Al costado del colegio del Espíritu Santo, donde hoy se
educan soldados para esta patria bullanguera, hay una calle
completamente deshabitada, pues en ninguna de sus aceras se ve
casa ni covachuela. Si ahora la tal calle, a pesar del gas, tiene
de noche algo de fatídica, imagínense ustedes lo
que sería a mediados del siglo pasado, cuando aún
no se había establecido en Lima ni siquiera el alumbrado
vergonzante que en 1778 vino a hacer menos densa la lobreguez de
la ciudad.
Yo recuerdo que antes que se hubiera generalizado en Lima el uso
de los fósforos, necesitábase, para encender una
vela, de eslabón, yesca y de la mecha azufrada conocida
con el nombre de pajuela.
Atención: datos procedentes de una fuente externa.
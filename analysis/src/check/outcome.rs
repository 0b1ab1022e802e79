//! What a check comes to.

use core::fmt;

use super::Heard;
use super::allan::OverlappingAllan;
use super::heard::Judged;
use super::reference::Resolver;
use super::settings::CheckSettings;
use super::slope::Slope;
use super::sounding::Sounding;
use super::spans::{Span, Spans};

/// Averaging times: 1, 2, 4... readings, up to about six hours.
const ALLAN_OCTAVES: u32 = 22;
/// Least time and share of the measured time with a vibrato for there to be one.
const VIBRATO_S: f64 = 0.4;
const VIBRATO_SHARE: f64 = 0.1;

/// Verdict of a check.
#[derive(Debug, Clone, Copy, PartialEq)]
pub enum Verdict {
    /// The heard pitch stayed within the tolerance.
    Within,
    /// There are spans where it did not.
    Outside,
    /// There is no verdict.
    Unmeasured(Unmeasured),
}

/// Why there is no verdict.
#[derive(Debug, Clone, Copy, PartialEq)]
pub enum Unmeasured {
    /// There was no sound where a pitch is due.
    Silent,
    /// There was sound, but no single pitch.
    NoPitch,
    /// There was more than one pitch at once.
    SeveralPitches,
    /// No pitch held still, to be the reference; or no note is expected anywhere.
    NoReference,
    /// The share of the sounding time that was measured is too small.
    Share(f64),
    /// What was measured is shorter than the shortest span that counts, in seconds.
    Short(f64),
}

impl fmt::Display for Unmeasured {
    fn fmt(&self, f: &mut fmt::Formatter<'_>) -> fmt::Result {
        match self {
            Self::Silent => write!(f, "no sound where a pitch is due"),
            Self::NoPitch => write!(f, "no single pitch was found"),
            Self::SeveralPitches => write!(f, "more than one pitch at once"),
            Self::NoReference => write!(f, "there is no reference to compare with"),
            Self::Share(share) => {
                write!(f, "only {:.0} % of the sounding time has a single pitch", 100.0 * share)
            }
            Self::Short(seconds) => write!(f, "only {seconds:.2} s have a single pitch"),
        }
    }
}

/// Drift: the slope of a straight line through the heard pitch.
#[derive(Debug, Clone, Copy, PartialEq)]
pub struct Drift {
    /// Cents per second.
    pub cents_per_s: f64,
    /// Its standard deviation.
    pub sd: f64,
}

/// Vibrato, on average where there is one.
#[derive(Debug, Clone, Copy, PartialEq)]
pub struct Vibrato {
    /// Rate in Hz.
    pub rate_hz: f64,
    /// Extent as half of the whole range, in cents.
    pub extent_cents: f64,
    /// Share of the measured time that has it.
    pub share: f64,
}

/// Stability of the raw pitch over an averaging time.
#[derive(Debug, Clone, Copy, PartialEq)]
pub struct Stability {
    /// Averaging time in seconds.
    pub averaging_s: f64,
    /// Overlapping Allan deviation in cents.
    pub deviation_cents: f64,
    /// Terms it is the mean of.
    pub terms: u64,
}

/// What a check comes to.
#[derive(Debug, Clone, PartialEq)]
pub struct Outcome {
    /// The verdict.
    pub verdict: Verdict,
    /// The reference in Hz, where it is one for the whole check.
    pub reference_hz: Option<f64>,
    /// The heard pitch farthest from the reference, with its sign, in cents; stretches too short to count aside.
    pub worst_cents: Option<f64>,
    /// Mean of the heard pitch above the reference, in cents.
    pub mean_cents: Option<f64>,
    /// Drift, when measured for long enough.
    pub drift: Option<Drift>,
    /// Vibrato, when there is one.
    pub vibrato: Option<Vibrato>,
    /// Lowest and highest reading, vibrato and all, above the reference, in cents.
    pub raw_cents: Option<(f64, f64)>,
    /// Time that was measured, in seconds.
    pub measured_s: f64,
    /// Share of the sounding time that was measured; `None` when nothing sounded.
    pub measured_share: Option<f64>,
    /// Where it was outside, in order, at most [`Outcome::SPANS_MAX`].
    pub spans: Vec<Span>,
    /// How many more spans there were.
    pub spans_left_out: u64,
    /// Stability over averaging times that double.
    pub stability: Vec<Stability>,
}

impl Outcome {
    /// Most spans that are listed.
    pub const SPANS_MAX: usize = 4096;
}

/// Sums over all that was heard.
#[derive(Debug)]
pub(super) struct Totals {
    hop_s: f64,
    hop: u64,
    min_span_s: f64,
    min_share: f64,
    count: f64,
    cents: f64,
    raw: Option<(f64, f64)>,
    slope: Slope,
    vibrato: VibratoSums,
    allan: Vec<OverlappingAllan>,
    last: Option<u64>,
}

#[derive(Debug, Default)]
struct VibratoSums {
    count: f64,
    rate: f64,
    extent: f64,
}

impl Totals {
    pub(super) fn new(settings: &CheckSettings) -> Self {
        Self {
            hop_s: settings.hop_s(),
            hop: settings.hop as u64,
            min_span_s: settings.min_span_s,
            min_share: settings.min_share,
            count: 0.0,
            cents: 0.0,
            raw: None,
            slope: Slope::new(),
            vibrato: VibratoSums::default(),
            allan: (0..ALLAN_OCTAVES).map(|octave| OverlappingAllan::new(1 << octave)).collect(),
            last: None,
        }
    }

    pub(super) fn push(&mut self, heard: &Heard, judged: &Judged) {
        self.count += 1.0;
        self.cents += heard.cents;
        let raw = heard.raw_cents;
        self.raw = Some(self.raw.map_or((raw, raw), |(low, high)| (low.min(raw), high.max(raw))));
        let vibrato = judged.point.cents - judged.without_vibrato;
        self.slope.push(judged.point.time_s, raw - vibrato);
        if let Some((rate, extent)) = judged.vibrato {
            self.vibrato.count += 1.0;
            self.vibrato.rate += rate;
            self.vibrato.extent += extent;
        }
        if self.last.is_some_and(|last| last + self.hop != heard.position) {
            self.end_piece();
        }
        self.last = Some(heard.position);
        self.allan.iter_mut().for_each(|allan| allan.push(raw));
    }

    /// Says that the pitch is interrupted.
    pub(super) fn end_piece(&mut self) {
        self.last = None;
        self.allan.iter_mut().for_each(OverlappingAllan::interrupt);
    }

    pub(super) fn outcome(
        &self,
        sounding: &Sounding,
        spans: &Spans,
        resolver: &Resolver,
    ) -> Outcome {
        let (sounds, measured) = sounding.counts();
        let share = (sounds > 0.0).then(|| measured / sounds);
        let some = self.count > 0.0;
        Outcome {
            verdict: self.verdict(sounding, spans),
            reference_hz: resolver.constant_hz(),
            worst_cents: spans.worst,
            mean_cents: some.then(|| self.cents / self.count),
            drift: self.slope.line().map(|(cents_per_s, sd)| Drift { cents_per_s, sd }),
            vibrato: self.vibrato(),
            raw_cents: self.raw,
            measured_s: self.count * self.hop_s,
            measured_share: share,
            spans: spans.found.clone(),
            spans_left_out: spans.left_out,
            stability: self.allan.iter().filter_map(|allan| self.stability(allan)).collect(),
        }
    }

    fn verdict(&self, sounding: &Sounding, spans: &Spans) -> Verdict {
        let (sounds, measured) = sounding.counts();
        let measured_s = self.count * self.hop_s;
        let why = if sounding.is_empty() {
            Unmeasured::NoReference
        } else if sounds == 0.0 {
            Unmeasured::Silent
        } else if measured == 0.0 && sounding.is_mostly_several() {
            Unmeasured::SeveralPitches
        } else if measured == 0.0 {
            Unmeasured::NoPitch
        } else if self.count == 0.0 {
            Unmeasured::NoReference
        } else if measured_s < self.min_span_s {
            Unmeasured::Short(measured_s)
        } else if measured < self.min_share * sounds {
            Unmeasured::Share(measured / sounds)
        } else if spans.found.is_empty() {
            return Verdict::Within;
        } else {
            return Verdict::Outside;
        };
        Verdict::Unmeasured(why)
    }

    fn vibrato(&self) -> Option<Vibrato> {
        let VibratoSums { count, rate, extent } = self.vibrato;
        let enough = count * self.hop_s >= VIBRATO_S && count >= VIBRATO_SHARE * self.count;
        enough.then(|| Vibrato {
            rate_hz: rate / count,
            extent_cents: extent / count,
            share: count / self.count,
        })
    }

    fn stability(&self, allan: &OverlappingAllan) -> Option<Stability> {
        Some(Stability {
            averaging_s: allan.m() as f64 * self.hop_s,
            deviation_cents: allan.deviation()?,
            terms: allan.terms(),
        })
    }
}
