//! The overlapping Allan deviation: how stable the pitch is over an averaging time.
//!
//! `AVAR(m tau0) = mean of (x[i+2m] - 2 x[i+m] + x[i])^2 / (2 (m tau0)^2)`, with the phase x as the running sum of the
//! frequency deviation (IEEE Std 1139; W. J. Riley, NIST Special Publication 1065, 2008, section 5.2.4).

use std::collections::VecDeque;

/// Phases kept per averaging time, twice this and one: longer times take every so-manieth phase, which loses next to
/// nothing, for terms that overlap that far are the same.
const OVERLAP: usize = 64;

/// The deviation over one averaging time, of a stream of evenly spaced values, in bounded memory.
#[derive(Debug, Clone)]
pub struct OverlappingAllan {
    /// Averaging time in values.
    m: usize,
    stride: usize,
    phase: f64,
    count: usize,
    phases: VecDeque<f64>,
    squares: f64,
    terms: u64,
}

impl OverlappingAllan {
    /// For averages over `m` values, at least 1; above 64, `m` should be a multiple of `m / 64`.
    #[must_use]
    pub fn new(m: usize) -> Self {
        let m = m.max(1);
        let stride = (m / OVERLAP).max(1);
        Self {
            m,
            stride,
            phase: 0.0,
            count: 0,
            phases: VecDeque::with_capacity(2 * m / stride + 2),
            squares: 0.0,
            terms: 0,
        }
    }

    /// Averaging time in values.
    #[must_use]
    pub fn m(&self) -> usize {
        self.m
    }

    /// Takes in the next value.
    pub fn push(&mut self, value: f64) {
        if self.count == 0 {
            self.phases.push_back(0.0);
        }
        self.phase += value;
        self.count += 1;
        if !self.count.is_multiple_of(self.stride) {
            return;
        }
        self.phases.push_back(self.phase);
        let half = self.m / self.stride;
        if self.phases.len() > 2 * half {
            let last = self.phases.len() - 1;
            let term =
                self.phases[last] - 2.0 * self.phases[last - half] + self.phases[last - 2 * half];
            self.squares += term * term;
            self.terms += 1;
            self.phases.pop_front();
        }
    }

    /// Says that values are missing here: no average reaches over it.
    pub fn interrupt(&mut self) {
        self.phase = 0.0;
        self.count = 0;
        self.phases.clear();
    }

    /// Differences of neighbouring averages that went into it.
    #[must_use]
    pub fn terms(&self) -> u64 {
        self.terms
    }

    /// The deviation, in the unit of the values; `None` while there are too few.
    #[must_use]
    pub fn deviation(&self) -> Option<f64> {
        let m = self.m as f64;
        (self.terms > 0).then(|| (self.squares / (2.0 * m * m * self.terms as f64)).sqrt())
    }
}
Y como no siempre se encontraban a mano
estos utensilios, era general costumbre en las casas de Lima que
al anochecer fuese un criado a encender la primera velita de sebo
en la pulpería de la esquina. Inherente al cargo de
pulpero era la obligación de proporcionar lumbre al
vecindario; así es que desde el toque de oración
hasta las siete de la noche era cada pulpería un jubileo
de gente que decía: «Vengo a encender una
velita». ¡Benditos sean los fósforos que han
venido a ahorrar trajín a los pulperos!
Rara era, sin embargo, la calle donde no lucía en la pared
la imagen de un santo o santa alumbrada por lamparillas de
aceite, a las que algún devoto vecino cuidaba de dar
alimento, y en aquella a que me refiero había uno de esos
nichos con farolillo pendiente de una cuerda sujeta a un gancho
de hierro.
De repente cundió en Lima la novedad de que en la blanca
pared quedaba marco al nicho se veía una mano negra,
peluda y con garras, que llamaba a los transeuntes, y durante
meses y meses no hubo guapo que entrada la noche se aventurase a
pasar por la calle. Aun los que cruzaban por la esquina
hacíanlo volviendo el rostro al lado opuesto; y hembras y
hasta barbudos hubo acometidos de soponcio o erizamiento de pelo,
porque una pícara curiosidad los había forzado a
mirar hacia el nicho. ¡Bien hecho! ¿Quién los
metía a averiguar lo que no les interesaba? Cuchillito que
no corta, ¿qué te importa? Eso está bueno
para un tradicionista, un gacetillero o cualquier otro
pájaro de pluma, inclusive un escribano.
De suponer es si el terror tomaría creces y si ello
sería tema obligado de conversación, en una
sociedad en que no se agitaban los ánimos sino cuando se
trataba de elecciones de abadesa o prelado de convento, o cuando
llegaba el cajón de España con cartas y gacetas de
Madrid. Hoy el mayor suceso envejece a las veinticuatro horas;
mas entonces se mantenía fresquito y chorreando leche
durante un año por lo menos.
Pero a riesgo de despoetizar a la calle de la Manita, propia de
suyo para citas y reconcomios de enamorados y cuchilladas de
zafios, o para que en ella dejen al prójimo más
liviano de ropa que lo que anduvo Adán antes de que se le
indigestase la manzana, diré que maldito si hubo nada de
maravilloso en lo que la superstición de nuestros abuelos
abultó tanto.
La cosa fue de lo más trivial que cabe, y aflígeme
explicarla, porque despoetizando a la calle suprimo argumento
para un drama romántico patibulario.
Roto uno de los cristales del farolillo, el económico
devoto lo reemplazó con una hoja de papel. El remiendo no
debió ser hecho muy en conciencia, porque a poco se
desprendió un trozo; y al oscilar, movida por el viento,
la cuerda de que pendía el farolillo, sucedía que
por intervalos proyectaba en la pared la sombra más o
menos caprichosa del papel.
Un miedoso creyó ver en esta sombra la forma de una mano;
otro que tal la vio peluda, y un tercero la descubrió las
garras. Y tanto se habló de esto, que todo el vecindario
de Lima, nemine discrepante, se persuadió de que el diablo
andaba suelto y haciendo de las suyas por la que desde entonces
se conoce con el nombre de calle de la Manita.